Exercise data ->

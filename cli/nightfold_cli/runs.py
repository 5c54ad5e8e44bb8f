"""Whether residuals follow a pattern: they make fewer runs of one sign than chance would."""

from __future__ import annotations

import math
from collections.abc import Sequence
from dataclasses import dataclass
from itertools import groupby

LEVEL = 0.001
"""Share of random orders that may have so few runs before we speak of a pattern."""


@dataclass(frozen=True, slots=True)
class Runs:
    """Runs of signs in a row of residuals.

    Attributes
    ----------
    count : int
        Runs found.
    points : int
        Residuals with a sign.
    expected : float
        Runs to be expected where signs follow each other by chance.
    p : float
        Probability of so few runs or fewer by chance, given how many residuals have each sign.
    """

    count: int
    points: int
    expected: float
    p: float

    @property
    def patterned(self) -> bool:
        """Return whether there are far fewer runs than chance would make."""
        return self.p < LEVEL


def runs_of(residuals: Sequence[float]) -> Runs | None:
    r"""Return the runs of signs of residuals in the order of x; None where all have one sign.

    Parameters
    ----------
    residuals : sequence of float
        Data minus curve; what is not finite or zero has no sign and is left out.

    Notes
    -----
    With m plus and n minus signs in random order, the number of runs has the mean :math:`1 + 2mn/(m+n)` and
    :math:`P(R = 2k) = 2 C(m-1, k-1) C(n-1, k-1) / C(m+n, m)`,
    :math:`P(R = 2k+1) = [C(m-1, k) C(n-1, k-1) + C(m-1, k-1) C(n-1, k)] / C(m+n, m)`.
    A fit makes residuals a little more lively than independent ones, so the test errs on the quiet side.

    References
    ----------
    A. Wald and J. Wolfowitz, Ann. Math. Stat. 11, 147 (1940), doi:10.1214/aoms/1177731909.
    """
    signs = [residual > 0 for residual in residuals if math.isfinite(residual) and residual]
    up = sum(signs)
    down = len(signs) - up
    if not up or not down:
        return None
    count = sum(1 for _ in groupby(signs))
    p = math.fsum(_probability(runs, up, down) for runs in range(2, count + 1))
    return Runs(count, len(signs), 1 + 2 * up * down / len(signs), min(1.0, p))


def _probability(runs: int, up: int, down: int) -> float:
    """Return the probability of so many runs in a random order."""
    half, odd = divmod(runs, 2)
    whole = _log_choices(up + down, up)
    if not odd:
        return 2 * math.exp(_log_choices(up - 1, half - 1) + _log_choices(down - 1, half - 1) - whole)
    more_up = _log_choices(up - 1, half) + _log_choices(down - 1, half - 1)
    more_down = _log_choices(up - 1, half - 1) + _log_choices(down - 1, half)
    return math.exp(more_up - whole) + math.exp(more_down - whole)


def _log_choices(n: int, k: int) -> float:
    """Return ln of the binomial coefficient, -inf where it is zero."""
    if not 0 <= k <= n:
        return -math.inf
    return math.lgamma(n + 1) - math.lgamma(k + 1) - math.lgamma(n - k + 1)
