"""Text from records, made safe to print.

Labels, notes and names come from anywhere. Control characters could move the cursor or break a line of a
table in two, so they are shown as escapes.
"""

from __future__ import annotations

import unicodedata

_JOINER = "\u200d"  # holds emoji together, harmless


def printable(text: object) -> str:
    r"""Return the text with control characters, line breaks and bidirectional marks shown as escapes.

    Examples
    --------
    >>> printable("loss\tcoarse\x1b[2J")
    'loss\\tcoarse\\x1b[2J'
    """
    whole = str(text)
    if whole.isprintable():
        return whole
    return "".join(_shown(character) for character in whole)


def _shown(character: str) -> str:
    """Return one character, or its escape."""
    if character.isprintable() or character == _JOINER:
        return character
    if unicodedata.category(character) == "Zs":
        return " "
    return character.encode("unicode_escape").decode("ascii")
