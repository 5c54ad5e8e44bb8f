"""Values of settings as people type them: ``61.3 A``, ``true``, ``x``."""

from __future__ import annotations

import json
import re
from collections.abc import Sequence
from dataclasses import dataclass
from typing import Any

from nightfold_cli.failures import UsageError

_NUMBER = re.compile(
    r"([+-]?(?:(?:\d+\.?\d*|\.\d+)(?:e[+-]?\d+)?|nan|inf))(?:\s+(\S.*)|([^\s\d.,].*))?", re.IGNORECASE
)
_WHOLE = re.compile(r"[+-]?\d+")


@dataclass(frozen=True, slots=True)
class Typed:
    """A setting as it was typed: ``=``, or by how much it moves (``*=``, ``+=``)."""

    name: str
    sign: str
    text: str

    def value(self, kind: str | None) -> Any:
        """Return what `Store.correct` takes; `kind` is that of the parameter in the store.

        Raises
        ------
        UsageError
            If a number or a truth is wanted and something else was typed.
        """
        if self.sign == "=":
            return typed_value(self.name, self.text, kind)
        stated = typed_value(self.name, self.text, "number")
        if self.sign == "+=":
            return (
                {"plus": stated["value"], "unit": stated["unit"]}
                if isinstance(stated, dict)
                else {"plus": stated}
            )
        if isinstance(stated, dict):
            raise UsageError(
                f"--set {self.name}: found {self.text!r}, wanted a factor without unit, as in '{self.name}*=1.2'"
            )
        return {"times": stated}


def typed_setting(given: Sequence[str]) -> list[Typed]:
    """Return what was typed, each name once.

    Raises
    ------
    UsageError
    """
    stated: dict[str, Typed] = {}
    for text in given:
        name, equals, value = text.partition("=")
        sign = "="
        if name.endswith(("*", "+")):
            name, sign = name[:-1], f"{name[-1]}="
        name = name.strip()
        if not equals or not name or not value.strip():
            raise UsageError(f"--set: found {text!r}, wanted NAME=VALUE, as in 'coil_current=61.3 A'")
        if name in stated:
            raise UsageError(f"--set {name}: found it twice, wanted one value")
        stated[name] = Typed(name, sign, value)
    return list(stated.values())


def typed_value(name: str, text: str, kind: str | None) -> Any:
    """Return what a person typed for a setting, as a record would say it.

    Parameters
    ----------
    name, text : str
    kind : {'number', 'text', 'truth'} or None
        Of the parameter in the store; None where it has none of that name.

    Raises
    ------
    UsageError
        If a number or a truth is wanted and something else was typed.
    """
    if kind == "number":
        match = _NUMBER.fullmatch(text.strip().replace("\N{MINUS SIGN}", "-"))
        if match is None:
            raise UsageError(
                f"--set {name}: found {text!r}, wanted a number, as in {name}=61.3 or '{name}=61.3 A'"
            )
        digits, unit = match[1], match[2] or match[3]
        number = int(digits) if _WHOLE.fullmatch(digits) else float(digits)
        return {"value": number, "unit": unit} if unit else number
    if kind == "truth":
        if text.strip().lower() not in ("true", "false"):
            raise UsageError(f"--set {name}: found {text!r}, wanted true or false")
        return text.strip().lower() == "true"
    return _ramp(text) or text


def _ramp(text: str) -> list[Any] | None:
    """Return a list of numbers, which the store keeps as text; None for any other text."""
    try:
        found = json.loads(text)
    except ValueError:
        return None
    plain = isinstance(found, list) and all(
        isinstance(item, int | float) and item is not True for item in found
    )
    return found if plain and found else None
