"""Points of a scan: shots at the same settings, with mean and scatter."""

from __future__ import annotations

import math
from collections.abc import Mapping, Sequence
from dataclasses import dataclass
from typing import TYPE_CHECKING, Any

if TYPE_CHECKING:
    import pandas as pd
Setting = float | str | bool


@dataclass(frozen=True, slots=True)
class Reading:
    """An observable at one point.

    Attributes
    ----------
    count : int
        Shots with a finite value.
    mean : float
        Their mean, nan for none.
    scatter : float
        Their standard deviation; nan for fewer than two.
    stderr : float
        Standard uncertainty of the mean: from the scatter, or that of a single shot if given; else nan.
    """

    count: int
    mean: float
    scatter: float
    stderr: float


@dataclass(frozen=True, slots=True)
class Point:
    """Shots at the same settings.

    Attributes
    ----------
    at : tuple of float, str or bool
        One setting an axis.
    shots : int
        All shots of the point.
    readings : mapping of str to Reading
        By observable.
    """

    at: tuple[Setting, ...]
    shots: int
    readings: Mapping[str, Reading]


def points_of(table: pd.DataFrame, axes: Sequence[str], observables: Sequence[str]) -> list[Point]:
    """Return the points of a scan's table, in rising order of the axes; shots without a setting are left out.

    Parameters
    ----------
    table : DataFrame
        A row a shot, as `Scan.table` gives it.
    axes, observables : sequence of str
        Columns to group by, columns to average.
    """
    from nightfold.scans.columns import encode

    columns = [encode(table[axis].tolist()) for axis in axes]
    groups: dict[tuple[int, ...], list[int]] = {}
    for row in range(len(table)):
        groups.setdefault(tuple(int(column.codes[row]) for column in columns), []).append(row)
    values = {name: (_numbers(table, name), _numbers(table, f"{name}_stderr")) for name in observables}
    return [
        Point(
            tuple(_setting(column.values[code]) for column, code in zip(columns, codes, strict=True)),
            len(rows),
            {name: _reading(*values[name], rows) for name in observables},
        )
        for codes, rows in sorted(groups.items())
        if -1 not in codes
    ]


def _setting(value: Any) -> Setting:
    """Return a number, truth or text of Python."""
    plain: Setting = value.item() if hasattr(value, "item") else value
    return plain


def _reading(values: Sequence[float], stderrs: Sequence[float], rows: Sequence[int]) -> Reading:
    """Return mean and scatter over some rows."""
    kept = [row for row in rows if math.isfinite(values[row])]
    count = len(kept)
    if not count:
        return Reading(0, math.nan, math.nan, math.nan)
    if count == 1:
        return Reading(1, values[kept[0]], math.nan, stderrs[kept[0]])
    mean, scatter = mean_and_scatter([values[row] for row in kept])
    return Reading(count, mean, scatter, scatter / math.sqrt(count))


def mean_and_scatter(values: Sequence[float]) -> tuple[float, float]:
    """Return mean and standard deviation (n - 1) of finite numbers, however large; infinite where no float holds it."""
    count = len(values)
    size = 2.0 ** max(0, math.frexp(max(map(abs, values)))[1] - 400)  # exact, and 1 for all but huge numbers
    small = [value / size for value in values]
    mean = math.fsum(small) / count
    scatter = math.sqrt(math.fsum((value - mean) ** 2 for value in small) / (count - 1))
    return mean * size, scatter * size


def _numbers(table: pd.DataFrame, name: str) -> list[float]:
    """Return a column as numbers, nan where there is none."""
    if name not in table:
        return [math.nan] * len(table)
    return [float(value) if _is_number(value) else math.nan for value in table[name].tolist()]


def _is_number(value: Any) -> bool:
    """Return whether a value is a number, and not a truth."""
    return isinstance(value, int | float) and not isinstance(value, bool)
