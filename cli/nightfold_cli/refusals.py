"""What was refused, a line for each reason: ``shots.csv: lines 219-268 (50): …``.

Reasons that are alike but for what was found, such as a time, are one where there are many.
"""

from __future__ import annotations

import re
from collections.abc import Iterable, Mapping, Sequence
from typing import Any

_RANGES = 6
_ALIKE = 3
_REASON = re.compile(r"(?P<field>[^\n]*?: )?found (?P<found>.*?), wanted (?P<wanted>.*)", re.DOTALL)
_Lines = dict[str, list["int | None"]]


def summarise(refused: Iterable[Mapping[str, Any]]) -> list[str]:
    """Return a line for each file and reason, in the order in which they were met.

    Parameters
    ----------
    refused : iterable of mappings
        With ``source``, ``line`` (None for a whole file) and ``reason``.
    """
    groups: dict[tuple[str, tuple[str, ...]], _Lines] = {}
    for item in refused:
        reason = item["reason"]
        alike = groups.setdefault((item["source"], _kind(reason)), {})
        alike.setdefault(reason, []).append(item["line"])
    return [line for (source, _), alike in groups.items() for line in _lines(source, alike)]


def _kind(reason: str) -> tuple[str, ...]:
    """Return field and what was wanted, which reasons that are alike share."""
    match = _REASON.fullmatch(reason)
    return (reason,) if match is None else (match["field"] or "", match["wanted"])


def _lines(source: str, alike: Mapping[str, Sequence[int | None]]) -> list[str]:
    """Return a line a reason, or one for all where there are more than a few."""
    if len(alike) <= _ALIKE:
        return [_line(source, reason, lines) for reason, lines in alike.items()]
    match = _REASON.fullmatch(next(iter(alike)))
    assert match is not None
    reason = (
        f"{match['field'] or ''}found {match['found']} and {len(alike) - 1} others, wanted {match['wanted']}"
    )
    return [_line(source, reason, [line for lines in alike.values() for line in lines])]


def _line(source: str, reason: str, lines: Sequence[int | None]) -> str:
    """Return the line of one reason."""
    known = sorted({line for line in lines if line is not None})
    if not known:
        return reason
    if len(known) == 1:
        return f"refused {source}:{known[0]}: {reason}"
    return f"refused {source}: lines {ranges(known)} ({len(known)}): {reason}"


def ranges(numbers: Sequence[int]) -> str:
    """Return rising whole numbers as ranges.

    Examples
    --------
    >>> ranges([3, 7, 8, 9])
    '3, 7-9'
    """
    runs: list[list[int]] = []
    for number in numbers:
        if runs and number == runs[-1][1] + 1:
            runs[-1][1] = number
        else:
            runs.append([number, number])
    texts = [str(first) if first == last else f"{first}-{last}" for first, last in runs[:_RANGES]]
    return ", ".join(texts) + (" …" if len(runs) > _RANGES else "")
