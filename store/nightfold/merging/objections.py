"""What speaks against merging two machines: found before anything is changed, and all of it said at once."""

from __future__ import annotations

from collections.abc import Iterator

from sqlalchemy import Connection, func, select

from nightfold import tables
from nightfold.ledger.cards import contradictions, last_naive_zone
from nightfold.ledger.deriving import derived_contradictions
from nightfold.ledger.names import Known, MachineNames
from nightfold.ledger.rows import chunks
from nightfold.sensors.keeping import contradicted, load_hours

KINDS = ("parameters", "observables", "sensors")
_WORDS = {"parameters": "a parameter", "observables": "an observable", "sensors": "a sensor"}


def find_objections(connection: Connection, old: MachineNames, into: MachineNames) -> list[str]:
    """Return every reason why the first machine cannot be merged into the second."""
    found = [*_names(old, into), *_card(connection, old, into), *_sensors(connection, old, into)]
    if into.card is not None:
        said = contradictions(old, into.card) + derived_contradictions(connection, old, into.card)
        found += [
            f"card of {into.name}, which {old.name} would come under: {reason}"
            for reason in said
            if not any(reason.split(":")[0].rpartition(".")[0] == known.split(":")[0] for known in found)
        ]
    return found


def _names(old: MachineNames, into: MachineNames) -> Iterator[str]:
    for kind in KINDS:
        ours, theirs = getattr(old, kind), getattr(into, kind)
        for name in sorted(ours.keys() & theirs.keys()):
            yield from _differences(f"{kind}.{name}", old, into, ours[name], theirs[name])
        for other in KINDS:
            if other != kind:
                for name in sorted(ours.keys() & getattr(into, other).keys()):
                    wanted = f"another name: {into.name} has {_WORDS[other]} of that name"
                    yield f"{kind}.{name}: found {_WORDS[kind]} of {old.name}, wanted {wanted}"
    for base in sorted(old.cloud_units.keys() & into.cloud_units.keys()):
        units = old.cloud_units[base], into.cloud_units[base]
        if units[0] != units[1] and not old.observables.keys() & into.observables.keys() & {base}:
            yield f"observables.{base}: clouds of {old.name} are in {units[0]!r}, those of {into.name} in {units[1]!r}"


def _differences(
    field: str, old: MachineNames, into: MachineNames, ours: Known, theirs: Known
) -> Iterator[str]:
    if ours.kind != theirs.kind:
        yield f"{field}: found a {ours.kind} at {old.name}, wanted a {theirs.kind} as at {into.name}"
    elif None not in (ours.unit, theirs.unit) and ours.unit != theirs.unit:
        yield f"{field}: found {ours.unit!r} at {old.name}, wanted {theirs.unit!r} as at {into.name}"


def _card(connection: Connection, old: MachineNames, into: MachineNames) -> Iterator[str]:
    """Yield what would be lost with the card of the machine that goes."""
    if old.card is None:
        return
    if into.card is None:
        yield (
            f"card: {old.name} has one, wanted one of {into.name} too (it is then the one in force); "
            "use one first: nightfold take --card, or Store.use_card"
        )
        return
    zone = last_naive_zone(connection, old)
    lost = old.card.naive_times and not into.card.naive_times
    if zone is not None and (lost or (into.card.naive_times and zone != into.zone)):
        yield (
            f"card: times without offset are local times of {zone} at {old.name}, wanted the same at {into.name}, "
            "or files taken already would be other shots when they are taken again"
        )


def _sensors(connection: Connection, old: MachineNames, into: MachineNames) -> Iterator[str]:
    """Yield sensors of both names that say different things of one moment."""
    hour = tables.sensor_hour
    for name in sorted(old.sensors.keys() & into.sensors.keys()):
        ids = old.sensors[name].id or 0, into.sensors[name].id or 0
        shared = (
            select(hour.c.hour)
            .where(hour.c.sensor_id.in_(ids))
            .group_by(hour.c.hour)
            .having(func.count() == len(ids))
        )
        differing = 0
        for part in chunks(sorted(connection.execute(shared).scalars())):
            ours, theirs = (load_hours(connection, sensor_id, part) for sensor_id in ids)
            differing += sum(int(contradicted(theirs[key], ours[key])[1].sum()) for key in part)
        if differing:
            found = f"{differing} readings that differ from those of {into.name} at the same time"
            yield f"sensors.{name}: found {found}, wanted none"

Work to be completed -> Within the data above, the lines from the one with "name, equals, value" to the one with "digits, unit = match[1], match[2]" must be repeated exactly; no other line belongs in the answer.

Exercise result ->
        name, equals, value = text.partition("=")
        sign = "="
        if name.endswith(("*", "+")):
            name, sign = name[:-1], f"{name[-1]}="
        name = name.strip()
        if not equals or not name or not value.strip():
            raise UsageError(f"--set: found {text!r}, wanted NAME=VALUE, as in 'coil_current=61.3 A'")
        if name in stated:
            raise UsageError(f"--set {name}: found it twice, wanted one value")
        stated[name] = Typed(name, sign, value)
    return list(stated.values())


def typed_value(name: str, text: str, kind: str | None) -> Any:
    """Return what a person typed for a setting, as a record would say it.

    Parameters
    ----------
    name, text : str
    kind : {'number', 'text', 'truth'} or None
        Of the parameter in the store; None where it has none of that name.

    Raises
    ------
    UsageError
        If a number or a truth is wanted and something else was typed.
    """
    if kind == "number":
        match = _NUMBER.fullmatch(text.strip().replace("\N{MINUS SIGN}", "-"))
        if match is None:
            raise UsageError(
                f"--set {name}: found {text!r}, wanted a number, as in {name}=61.3 or '{name}=61.3 A'"
            )
        digits, unit = match[1], match[2] or match[3]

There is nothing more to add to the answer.